Here is an example of a likely markup error, just noticed by accident.
Under pragATa
The markup is
<ls>RV. viii, 1, 2</ls>;
<ls n="RV. viii, 1,">10</ls>;
<ls n="RV. viii, 1,">48</ls>;
<ls n="RV. viii, 1,">51</ls>-
<ls n="RV. viii, 1,">54</ls>
The markup looks consistent with the printed text, but it can't be right, since there is no verse 48 (or 51 or 54) in hymn 'viii, 1'. Maybe the markup should be hymns 1, 2, 10, 48, 51, and 54 of mandala viii ?
<ls>RV. viii, 1</ls>, <ls n="RV. viii,">2</ls>;
<ls n="RV. viii,">10</ls>;
<ls n="RV. viii,">48</ls>;
<ls n="RV. viii,">51</ls>-
<ls n="RV. viii,">54</ls>
No doubt there are other similar problematic markups to identify and alter.
Other ls abbreviations in MW with link targets should be reviewed in a manner similar to the above review of RV link. Such as AV., P.,
I think the spacing issues should have been handled. The specific cases
RV. i, 37, i 2
was corrected to RV. i, 37, 12
(under 'cyu' mentioned here).The basicadjust.php component of the displays is now adjusted so that this 2-parameter reference generates a link to first verse of the hymn.
Hurray!
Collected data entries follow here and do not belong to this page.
import {
  CHECKS_WINDOW_MINUTES,
  NOTHING_ACKNOWLEDGED,
  type Stamped,
  type StayFacts,
} from '@windrow/ventilation/board/facts';
import {
  type Acknowledgement,
  type Airway,
  type AirwayCheck,
  type Check,
  type Gas,
  HAPPENING_KINDS,
  type Happening,
} from '@windrow/ventilation/contract/observations';
import type { StayDetails } from '@windrow/ventilation/contract/stays';
import type { SupportId } from '@windrow/ventilation/support/catalogue';
import type { Knex } from 'knex';
import type { ObservationRow } from './observations.ts';

/** Enough for a cuff and a depth that were not looked at each time. */
const AIRWAY_CHECKS = 20;

type FactRow = ObservationRow & { initials: string };

/** Where a stay is, or how it ended: its 'place' facts. */
export type Place =
  | { event: 'admitted' | 'transferred'; bedId: string; unitId: string }
  | { event: 'left'; outcome: string };

/** What a reader may know: everything, or only what was recorded by an instant (look back). */
export type Known = { recordedBy?: string };

/**
 * The facts of a stay that hold and can touch its board row, read kind by kind along one index each,
 * so that the cost does not grow with the stay.
 */
export async function stayFacts(db: Knex, stayId: string, known: Known = {}): Promise<StayFacts | null> {
  const kind = <Body>(name: ObservationRow['kind'], limit: number) =>
    newest<Body>(db, { stayId, kind: name, limit, known });
  const [details] = await kind<StayDetails>('details', 1);
  if (!details) return null;
  const [gas] = await kind<Gas>('gas', 1);
  const [airway] = await kind<Airway>('airway', 1);
  return {
    stayId,
    version: await versionOf(db, stayId, known),
    admittedAt: await admittedAt(db, stayId, known),
    details: details.body,
    checks: await recentChecks(db, stayId, known),
    gas: gas ?? null,
    airway: airway ?? null,
    airwayChecks: await kind<AirwayCheck>('airway-check', AIRWAY_CHECKS),
    happenings: await latestHappenings(db, stayId, known),
    support: await supportNow(db, stayId, known),
    ...(await acknowledged(db, stayId, known)),
  };
}

/** Holds: was neither corrected nor struck by anything known, and is not itself a strike. */
function holding(db: Knex, stayId: string, { recordedBy }: Known) {
  const query = db<ObservationRow>('observations')
    .where('observations.stay_id', stayId)
    .where((on) => on.whereNull('observations.amended_as').orWhere('observations.amended_as', 'corrected'))
    .whereNotExists((later) => {
      void later
        .from({ later: 'observations' })
        .select(db.raw('1'))
        .whereRaw('later.amends_id = observations.id');
      if (recordedBy !== undefined) void later.where('later.recorded_at', '<=', recordedBy);
    });
  if (recordedBy !== undefined) void query.where('observations.recorded_at', '<=', recordedBy);
  return query;
}

function newestFirst(query: ReturnType<typeof holding>) {
  return query
    .join('people', 'people.id', 'observations.recorded_by')
    .select<FactRow[]>('observations.*', 'people.initials')
    .orderBy([
      { column: 'observations.observed_at', order: 'desc' },
      { column: 'observations.sequence', order: 'desc' },
    ]);
}

async function newest<Body>(
  db: Knex,
  {
    stayId,
    kind,
    limit,
    known,
  }: { stayId: string; kind: ObservationRow['kind']; limit: number; known: Known },
): Promise<Stamped<Body>[]> {
  const rows: FactRow[] = await newestFirst(
    holding(db, stayId, known).where('observations.kind', kind),
  ).limit(limit);
  return rows.map((row) => stamped<Body>(row));
}

/** Every fact of a kind that holds, oldest first. Grows with the stay: for what is computed on request only. */
export async function allFacts<Body>(
  db: Knex,
  { stayId, kind }: { stayId: string; kind: ObservationRow['kind'] },
): Promise<Stamped<Body>[]> {
  const rows: FactRow[] = await newestFirst(holding(db, stayId, {}).where('observations.kind', kind));
  return rows.map((row) => stamped<Body>(row)).reverse();
}

/** The latest check, and those in the window before it that a gas may have to be held against. */
async function recentChecks(db: Knex, stayId: string, known: Known): Promise<Stamped<Check>[]> {
  const [latest] = await newest<Check>(db, { stayId, kind: 'check', limit: 1, known });
  if (!latest) return [];
  const from = new Date(Date.parse(latest.observedAt) - CHECKS_WINDOW_MINUTES * 60_000).toISOString();
  const rows: FactRow[] = await newestFirst(
    holding(db, stayId, known)
      .where('observations.kind', 'check')
      .where('observations.observed_at', '>=', from),
  ).limit(200);
  return rows.map((row) => stamped<Check>(row));
}

/** The newest of each kind of happening, newest first. The kinds are few, and stand in the body. */
async function latestHappenings(db: Knex, stayId: string, known: Known): Promise<Stamped<Happening>[]> {
  const rows: FactRow[] = await newestFirst(
    holding(db, stayId, known).where('observations.kind', 'happening'),
  ).limit(200);
  const latest = new Map<string, Stamped<Happening>>();
  for (const row of rows) {
    const fact = stamped<Happening>(row);
    if (!latest.has(fact.body.kind)) latest.set(fact.body.kind, fact);
    if (latest.size === Object.keys(HAPPENING_KINDS).length) break;
  }
  return [...latest.values()];
}

/** How far back the facts are read by which an acknowledgement is seen to have held: a month of checks. */
const SINCE_ACKNOWLEDGED = 200;

/** The newest acknowledgement of each flag; only where there is one, the facts that came in since. */
async function acknowledged(
  db: Knex,
  stayId: string,
  known: Known,
): Promise<Pick<StayFacts, 'acknowledgements' | 'sinceAcknowledged'>> {
  const kind = <Body>(name: ObservationRow['kind']) =>
    newest<Body>(db, { stayId, kind: name, limit: SINCE_ACKNOWLEDGED, known });
  const all = await kind<Acknowledgement>('acknowledgement');
  if (all.length === 0) return NOTHING_ACKNOWLEDGED;
  const latest = new Map<string, Stamped<Acknowledgement>>();
  // The one that was recorded last counts, whenever it is said to have been made.
  for (const one of all.toSorted((a, b) => a.recordedAt.localeCompare(b.recordedAt)))
    latest.set(one.body.flagId, one);
  return {
    acknowledgements: [...latest.values()],
    sinceAcknowledged: {
      checks: await kind<Check>('check'),
      gases: await kind<Gas>('gas'),
      airwayChecks: await kind<AirwayCheck>('airway-check'),
    },
  };
}

async function supportNow(db: Knex, stayId: string, known: Known): Promise<StayFacts['support']> {
  const telling = () => holding(db, stayId, known).whereNotNull('observations.support');
  const [latest]: FactRow[] = await newestFirst(telling()).limit(1);
  if (!latest?.support) return null;
  const [other]: FactRow[] = await newestFirst(
    telling().whereNot('observations.support', latest.support),
  ).limit(1);
  const since = await telling()
    .where('observations.support', latest.support)
    .where('observations.observed_at', other ? '>' : '>=', other?.observed_at ?? '')
    .min<{ since: string | null }[]>({ since: 'observations.observed_at' });
  // The catalogue's ids never change, so what was stored as one still is.
  return {
    id: latest.support as SupportId,
    observedAt: latest.observed_at,
    sinceAt: since[0]?.since ?? latest.observed_at,
  };
}

async function admittedAt(db: Knex, stayId: string, known: Known): Promise<string> {
  const row = await holding(db, stayId, known)
    .where('observations.kind', 'place')
    .min<{ at: string | null }[]>({ at: 'observations.observed_at' });
  return row[0]?.at ?? '';
}

/** Versions count the facts about identity and place, so a look back has the version of its time. */
async function versionOf(db: Knex, stayId: string, { recordedBy }: Known): Promise<number> {
  const query = db<ObservationRow>('observations')
    .where({ stay_id: stayId })
    .whereIn('kind', ['details', 'place']);
  if (recordedBy !== undefined) void query.where('recorded_at', '<=', recordedBy);
  const row = await query.count<{ n: number }[]>({ n: '*' });
  // Admission writes two facts, and is version 1.
  return Number(row[0]?.n ?? 2) - 1;
}

/** Where a stay was last placed, by what had been recorded at an instant. */
export async function placeKnownAt(db: Knex, stayId: string, recordedBy: string): Promise<Place | null> {
  const row = await db<ObservationRow>('observations')
    .where({ stay_id: stayId, kind: 'place' })
    .where('recorded_at', '<=', recordedBy)
    .orderBy('sequence', 'desc')
    .first();
  return row ? JSON.parse(row.body) : null;
}

function stamped<Body>(row: FactRow): Stamped<Body> {
  return {
    observationId: row.id,
    observedAt: row.observed_at,
    recordedAt: row.recorded_at,
    recordedByInitials: row.initials,
    body: JSON.parse(row.body),
  };
}
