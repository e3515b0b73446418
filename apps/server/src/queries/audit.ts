import type { Knex } from 'knex';

export type AuditRow = {
  id: number;
  at: string;
  person_id: string | null;
  act: string;
  unit_id: string | null;
  subject: string | null;
  outcome: 'done' | 'refused';
};

export async function insertAudit(db: Knex, row: Omit<AuditRow, 'id'>): Promise<void> {
  await db<AuditRow>('audit').insert(row);
}

export type AuditScope = { personId: string } | { unitIds: readonly string[]; personId: string } | 'all';

export async function auditPage(
  db: Knex,
  { scope, limit, before }: { scope: AuditScope; limit: number; before: number | null },
) {
  const query = db<AuditRow>('audit')
    .leftJoin('people', 'people.id', 'audit.person_id')
    .select(
      'audit.id',
      'audit.at',
      'audit.person_id',
      'audit.act',
      'audit.unit_id',
      'audit.subject',
      'audit.outcome',
      'people.display_name',
    )
    .orderBy('audit.id', 'desc')
    .limit(limit);
  if (before !== null) void query.where('audit.id', '<', before);
  if (scope !== 'all') {
    void query.where((on) => {
      void on.where('audit.person_id', scope.personId);
      if ('unitIds' in scope) void on.orWhereIn('audit.unit_id', [...scope.unitIds]);
    });
  }
  return (await query) as (AuditRow & { display_name: string | null })[];
}
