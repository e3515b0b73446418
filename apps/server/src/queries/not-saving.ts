/** Whether the record could not be written because its disk is full, failing or read-only: reading still works. */
export function isNotSaving(error: unknown): boolean {
  if (typeof error !== 'object' || error === null || !('code' in error)) return false;
  const code = String(error.code);
  return code === 'SQLITE_FULL' || code.startsWith('SQLITE_IOERR') || code.startsWith('SQLITE_READONLY');
}
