import type { Knex } from 'knex';

export type AuditRow = {
  id: number;
  at: string;
  person_id: string | null;
  act: string;
  unit_id: string | null;
  subject: string | null;
  outcome: 'done' | 'refused';
};

export async function insertAudit(db: Knex, row: Omit<AuditRow, 'id'>): Promise<void> {
  await db<AuditRow>('audit').insert(row);
}

/** Who last did this to a thing, and when. */
export async function lastActOn(db: Knex, { act, subject }: { act: string; subject: string }) {
  const row: { at: string; display_name: string } | undefined = await db<AuditRow>('audit')
    .join('people', 'people.id', 'audit.person_id')
    .select('audit.at', 'people.display_name')
    .where({ 'audit.act': act, 'audit.subject': subject, 'audit.outcome': 'done' })
    .orderBy('audit.id', 'desc')
    .first();
  return row ?? null;
}

/** Own acts and those in some units, or everything. */
export type AuditScope = { personId: string; unitIds: readonly string[] } | 'all';

export async function auditPage(
  db: Knex,
  { scope, limit, before }: { scope: AuditScope; limit: number; before: number | null },
) {
  const query = db<AuditRow>('audit')
    .leftJoin('people', 'people.id', 'audit.person_id')
    .select(
      'audit.id',
      'audit.at',
      'audit.person_id',
      'audit.act',
      'audit.unit_id',
      'audit.subject',
      'audit.outcome',
      'people.display_name',
    )
    .orderBy('audit.id', 'desc')
    .limit(limit);
  if (before !== null) void query.where('audit.id', '<', before);
  if (scope !== 'all') {
    void query.where((on) => {
      void on.where('audit.person_id', scope.personId).orWhereIn('audit.unit_id', [...scope.unitIds]);
    });
  }
  return (await query) as (AuditRow & { display_name: string | null })[];
}
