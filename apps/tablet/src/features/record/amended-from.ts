import type { RecordEntry } from '@windrow/ventilation/contract/observations';

/** For each amended entry the one that amends it, as far as the pages read so far hold it. */
export function amendedFrom(entries: readonly RecordEntry[]): ReadonlyMap<string, RecordEntry> {
  return new Map(entries.flatMap((entry) => (entry.amends ? [[entry.amends.observationId, entry]] : [])));
}

/** Only what counts now and was recorded by hand on the bed's forms; a struck entry holds nothing to mend. */
export function mayBeAmended({
  kind,
  amendedBy,
  amends,
}: Pick<RecordEntry, 'kind' | 'amendedBy' | 'amends'>): boolean {
  const isOfAForm = kind !== 'details' && kind !== 'place' && kind !== 'acknowledgement';
  return isOfAForm && amendedBy === null && amends?.as !== 'struck';
}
A badly needed one around all the dictionaries and targets available.
Quite a few of such RV links to the Marcis's version (which is presently being used) would not be helpful, as those links do not give any clue about the meaning/intent in the MW.
All such should be linked to some other source, as I had proposed elsewhere recently.
All such should be linked to some other source, as I had proposed elsewhere recently.
Did not get why.
would not be helpful, as those links do not give any clue about the meaning/intent in the MW.
What do you mean?
@funderburkjim
See the entry "akratu", as an example-
The link is going to RV.x.8,3, which no way is connected to akratu word. The link should go to RV.x,83,5 instead; by removing the space between 8 and 3 in the mw.txt
Noticed ~100 such cases, that need correction in the digitisation.